Archive for April, 2011

I have yet to speak of one of my most profound interests: Warhammer Fantasy Roleplay (WFRP for short). You might say it’s been a non-subject for conversation, an irrational sense that drained me of the interest of mentioning it here. No longer, for tonight the taboo is lifted!

For my birthday, I decided to purchase for myself a used copy of the core rules for the first edition of WFRP. The hardbound version, before they came out with the paperback version with the handful of edits and corrections.

The copy I received was in terrible condition: spine shot, taped together, with edges worn gray. The character sheet page was missing, and somebody’s name and phone number were penciled in on the inside of the front cover.

However, the rest of the pages were in good condition—of a stiffer paper than the paperback copy I have, and smelling of that old sensation I remember when poring over the copy I once possessed. To hold in my hands this version was to take me back to a moment in my life where I once was fully immersed in the explorations my passion for this game would take me.

I was also reminded of the terrible time I was forced to sell my hardbound copy to Powell’s bookstore to have enough food to eat that day. To relinquish this tome and many others for a handful of dollars so I wouldn’t starve. In the years to come this would be the selling of my heart that would trouble me the most: The book that began my most important journey.

I had no way of knowing an internet would appear that would allow me to gain a copy for printout through the download network if I wished. That a seller’s market would manifest in which one might see and resume contact with all the lost pleasantries of a thousand young dreams, and if necessary, claim a physical object to meditate upon.

Here it is then, in my hands once again, healing a self-inflicted wound. Who is to say this is not the very same volume I once owned? For you see, it was sent to me from a bookstore in Oregon, the state of mind where I left behind a piece of myself.
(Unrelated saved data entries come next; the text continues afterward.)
//! The scan of a section for its critical points: samples around the perimeter (and through the
//! wall of a tube), the highest von Mises and σ1 refined by golden-section search, and the same
//! search for any ranking a caller passes ([`Rank`]: a severity and a tie-breaker), which is how
//! the page finds where its decision is hardest.

use super::{Concentration, Loads, Location, Pressure, Rectangle, Round, Section, SectionError};
use crate::equivalent::von_mises;
use crate::fmath;
use crate::principal::principal_values;
use crate::tensor::StressTensor;
use alloc::vec::Vec;
use core::f64::consts::PI;

/// One point of a scan curve.
#[derive(Debug, Clone, Copy, PartialEq)]
pub struct Sample {
    /// Position along the curve: φ in radians (round) or the perimeter length s (rectangle).
    pub position: f64,
    /// von Mises stress there.
    pub von_mises: f64,
    /// Largest principal stress σ1 there.
    pub sigma1: f64,
}

/// Which line of points a scan curve follows.
#[derive(Debug, Clone, Copy, PartialEq, Eq)]
pub enum Path {
    /// The outer surface of a round section, against φ.
    Outer,
    /// The bore of a tube, against φ.
    Bore,
    /// The perimeter of a rectangle, against s measured from the corner (y, z) = (h/2, −b/2)
    /// in the sense of increasing φ.
    Perimeter,
}

/// Samples along one path.
#[derive(Debug, Clone, PartialEq)]
pub struct Curve {
    /// The path.
    pub path: Path,
    /// Samples in order of position.
    pub samples: Vec<Sample>,
}

/// A critical point found by a scan.
#[derive(Debug, Clone, Copy, PartialEq)]
pub struct Critical {
    /// Where it is.
    pub at: Location,
    /// Its position on the scan's plot axis (φ in radians, or s).
    pub position: f64,
    /// The value there.
    pub value: f64,
}

/// Golden-section steps: 0.618^43 < 1e-9.
const GOLDEN_STEPS: usize = 43;

/// What [`Section::scan`] finds.
#[derive(Debug, Clone, PartialEq)]
pub struct Scan {
    /// The sampled curves (outer surface and bore, or the perimeter).
    pub curves: Vec<Curve>,
    /// The point of highest von Mises stress, refined between samples (and through the wall of a
    /// tube).
    pub max_von_mises: Critical,
    /// The point of highest principal stress σ1, refined likewise.
    pub max_principal: Critical,
}

/// Golden-section search for the maximum of `f` on [lo, hi]; returns (x, f(x)).
///
/// Stops once the bracket is 1e-9 of its first width (43 steps of 0.618): near a smooth
/// maximum f is flat to second order, so f in double precision cannot place x closer than about
/// √ε ≈ 1e-8 of the scale anyway, and further steps would only chase rounding.
fn golden_max<F>(mut lo: f64, mut hi: f64, f: F) -> Result<(f64, f64), SectionError>
where
    F: Fn(f64) -> Result<f64, SectionError>,
{
    let g = 0.5 * (fmath::sqrt(5.0) - 1.0);
    let (mut c, mut d) = (hi - g * (hi - lo), lo + g * (hi - lo));
    let (mut fc, mut fd) = (f(c)?, f(d)?);
    for _ in 0..GOLDEN_STEPS {
        if fc > fd {
            hi = d;
            d = c;
            fd = fc;
            c = hi - g * (hi - lo);
            fc = f(c)?;
        } else {
            lo = c;
            c = d;
            fc = fd;
            d = lo + g * (hi - lo);
            fd = f(d)?;
        }
    }
    let x = 0.5 * (lo + hi);
    Ok((x, f(x)?))
}

/// von Mises and σ1 of a tensor (σvm from J2 alone, one eigenvalue solve for σ1).
fn measures(s: &StressTensor) -> (f64, f64) {
    (von_mises(s), principal_values(s)[0])
}

/// The ranks of a scan's two maxima: highest von Mises, highest σ1 (no tie-breaker: the first
/// sample in scan order wins a tie).
fn by_von_mises(t: &StressTensor) -> Rank {
    Rank {
        severity: von_mises(t),
        tie: 0.0,
    }
}

fn by_sigma1(t: &StressTensor) -> Rank {
    Rank {
        severity: principal_values(t)[0],
        tie: 0.0,
    }
}

/// The most severe of a scan's coarse samples so far: its rank and where it is.
struct Best<P>(Option<(Rank, P)>);

impl<P: Copy> Best<P> {
    const fn new() -> Self {
        Self(None)
    }

    /// Keeps `here` when it beats the best so far (so of equals the first one stays).
    fn offer(&mut self, here: Rank, at: P) {
        if self.0.as_ref().is_none_or(|(b, _)| here.beats(b)) {
            self.0 = Some((here, at));
        }
    }

    fn or(self, fallback: P) -> (Rank, P) {
        self.0.unwrap_or((Rank::LEAST, fallback))
    }
}

/// The coarse samples of a round section, in scan order: `n` angles from φ = 0 at each radius
/// of its scan (the outer surface first, then through the wall of a tube).
fn round_grid(s: &Round, n: usize) -> impl Iterator<Item = (f64, f64)> {
    let step = 2.0 * PI / n as f64;
    s.scan_radii()
        .into_iter()
        .flat_map(move |r| (0..n).map(move |j| (step * j as f64, r)))
}

impl Section {
    /// Samples the perimeter (`samples` points on each path, at least 8) and refines the highest
    /// von Mises and principal stress between samples by golden-section search; a tube is also
    /// scanned through its wall at nine radii and refined in r. Both maxima start from the same
    /// samples.
    ///
    /// # Errors
    /// As [`stress_at`](Self::stress_at).
    pub fn scan(
        &self,
        loads: &Loads,
        pressure: &Pressure,
        k: Concentration,
        samples: usize,
    ) -> Result<Scan, SectionError> {
        let n = samples.max(8);
        match self {
            Self::Round(s) => self.scan_round(s, loads, pressure, k, n),
            Self::Rectangle(s) => self.scan_rectangle(s, loads, pressure, k, n),
        }
    }

    /// The point where `rank` is most severe (see [`Rank`]): the same samples as
    /// [`scan`](Self::scan), the best of them by severity with ties to the larger tie-breaker,
    /// then golden-section refinement around it (and through the wall of a tube). The returned
    /// `value` is the severity there.
    ///
    /// This ranks points by the decision being made, e.g. severity = 1/n for a factor of safety
    /// and tie = mean stress, so that of two equally loaded fibres the tensile one governs.
    ///
    /// # Errors
    /// As [`stress_at`](Self::stress_at).
    pub fn governing(
        &self,
        loads: &Loads,
        pressure: &Pressure,
        k: Concentration,
        samples: usize,
        rank: &dyn Fn(&StressTensor) -> Rank,
    ) -> Result<Critical, SectionError> {
        let n = samples.max(8);
        match self {
            Self::Round(s) => {
                let mut best = Best::new();
                for (phi, r) in round_grid(s, n) {
                    let t = self.stress_at(loads, pressure, k, Location::Round { phi, r })?;
                    best.offer(rank(&t), (phi, r));
                }
                self.refine_round(s, (loads, pressure, k), n, rank, best.or((0.0, s.ro)))
            }
            Self::Rectangle(s) => {
                let mut best = Best::new();
                for pos in s.scan_positions(n) {
                    let t = self.stress_at(loads, pressure, k, s.location_at(pos))?;
                    best.offer(rank(&t), pos);
                }
                self.refine_rectangle(s, (loads, pressure, k), n, rank, best.or(0.0))
            }
        }
    }

    /// Refines the best coarse sample `(first, (φ, r))` of a round section: three rounds of
    /// golden-section search in φ within a sample step, then (in a tube) in r within an eighth
    /// of the wall, with both surfaces as candidates.
    fn refine_round(
        &self,
        s: &Round,
        (loads, p, k): (&Loads, &Pressure, Concentration),
        n: usize,
        rank: &dyn Fn(&StressTensor) -> Rank,
        (first, (mut phi, mut r)): (Rank, (f64, f64)),
    ) -> Result<Critical, SectionError> {
        let at = |phi: f64, r: f64| self.stress_at(loads, p, k, Location::Round { phi, r });
        let severity = |phi: f64, r: f64| Ok(rank(&at(phi, r)?).severity_or_least());
        let step = 2.0 * PI / n as f64;
        let mut value = first.severity_or_least();
        for _ in 0..3 {
            let (x, v) = golden_max(phi - step, phi + step, |f| severity(f, r))?;
            if v > value {
                (phi, value) = (x, v);
            }
            if s.ri > 0.0 {
                let h = (s.ro - s.ri) / 8.0;
                let (lo, hi) = ((r - h).max(s.ri), (r + h).min(s.ro));
                let (x, v) = golden_max(lo, hi, |rr| severity(phi, rr))?;
                if v > value {
                    (r, value) = (x, v);
                }
                // The surfaces themselves are candidates (a maximum is often on one).
                for edge in [s.ri, s.ro] {
                    let v = severity(phi, edge)?;
                    if v > value {
                        (r, value) = (edge, v);
                    }
                }
            }
        }
        let phi = fmath::wrap(phi, 2.0 * PI);
        Ok(Critical {
            at: Location::Round { phi, r },
            position: phi,
            value,
        })
    }

    /// Refines the best coarse sample `(first, s)` of a rectangle by golden-section search
    /// within a sample step along the perimeter.
    fn refine_rectangle(
        &self,
        s: &Rectangle,
        (loads, p, k): (&Loads, &Pressure, Concentration),
        n: usize,
        rank: &dyn Fn(&StressTensor) -> Rank,
        (first, start): (Rank, f64),
    ) -> Result<Critical, SectionError> {
        let len = s.perimeter();
        let step = len / n as f64;
        let (x, v) = golden_max(start - step, start + step, |pos| {
            let t = self.stress_at(loads, p, k, s.location_at(pos))?;
            Ok(rank(&t).severity_or_least())
        })?;
        let (pos, value) = if v > first.severity_or_least() {
            (fmath::wrap(x, len), v)
        } else {
            (fmath::wrap(start, len), first.severity_or_least())
        };
        Ok(Critical {
            at: s.location_at(pos),
            position: pos,
            value,
        })
    }

    fn scan_round(
        &self,
        s: &Round,
        loads: &Loads,
        p: &Pressure,
        k: Concentration,
        n: usize,
    ) -> Result<Scan, SectionError> {
        // One pass over the grid: the curves along the surfaces are its rows there, and both
        // maxima start from its best samples.
        let mut outer = Vec::with_capacity(n);
        let mut bore = Vec::new();
        let (mut best_vm, mut best_s1) = (Best::new(), Best::new());
        for (phi, r) in round_grid(s, n) {
            let (von_mises, sigma1) =
                measures(&self.stress_at(loads, p, k, Location::Round { phi, r })?);
            let sample = Sample {
                position: phi,
                von_mises,
                sigma1,
            };
            if r == s.ro {
                outer.push(sample);
            } else if r == s.ri {
                bore.push(sample);
            }
            best_vm.offer(
                Rank {
                    severity: von_mises,
                    tie: 0.0,
                },
                (phi, r),
            );
            best_s1.offer(
                Rank {
                    severity: sigma1,
                    tie: 0.0,
                },
                (phi, r),
            );
        }
        let mut curves = alloc::vec![Curve {
            path: Path::Outer,
            samples: outer,
        }];
        if s.ri > 0.0 {
            curves.push(Curve {
                path: Path::Bore,
                samples: bore,
            });
        }
        let lkp = (loads, p, k);
        Ok(Scan {
            curves,
            max_von_mises: self.refine_round(s, lkp, n, &by_von_mises, best_vm.or((0.0, s.ro)))?,
            max_principal: self.refine_round(s, lkp, n, &by_sigma1, best_s1.or((0.0, s.ro)))?,
        })
    }

    fn scan_rectangle(
        &self,
        s: &Rectangle,
        loads: &Loads,
        p: &Pressure,
        k: Concentration,
        n: usize,
    ) -> Result<Scan, SectionError> {
        let len = s.perimeter();
        let mut samples = Vec::new();
        let (mut best_vm, mut best_s1) = (Best::new(), Best::new());
        for pos in s.scan_positions(n) {
            let (von_mises, sigma1) = measures(&self.stress_at(loads, p, k, s.location_at(pos))?);
            samples.push(Sample {
                position: pos,
                von_mises,
                sigma1,
            });
            best_vm.offer(
                Rank {
                    severity: von_mises,
                    tie: 0.0,
                },
                pos,
            );
            best_s1.offer(
                Rank {
                    severity: sigma1,
                    tie: 0.0,
                },
                pos,
            );
        }
        // Close the loop for the plot.
        if let Some(first) = samples.first().copied() {
            samples.push(Sample {
                position: len,
                ..first
            });
        }
        let lkp = (loads, p, k);
        Ok(Scan {
            max_von_mises: self.refine_rectangle(s, lkp, n, &by_von_mises, best_vm.or(0.0))?,
            max_principal: self.refine_rectangle(s, lkp, n, &by_sigma1, best_s1.or(0.0))?,
            curves: alloc::vec![Curve {
                path: Path::Perimeter,
                samples,
            }],
        })
    }
}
There are times when even selling pieces of yourself is not enough to keep eating. You must flee into the forest and go mad to find nourishment.

I open the page containing the “Wizard’s Apprentice” beginning career, with it’s typos in magic points and incorrect advance scheme. The errors confused me back when I first read them; when they were corrected in the paperback version I was relieved.

Now I find myself looking at the 204 magic points (instead of the correct 2d4 or 2-8) and the +1 Wounds/+10 Dexterity advance scheme (missing the additional +10 Intelligence and +10 Willpower) with a new set of eyes. The typos are meaningful to me; they speak to my innermost being of what I didn’t understand.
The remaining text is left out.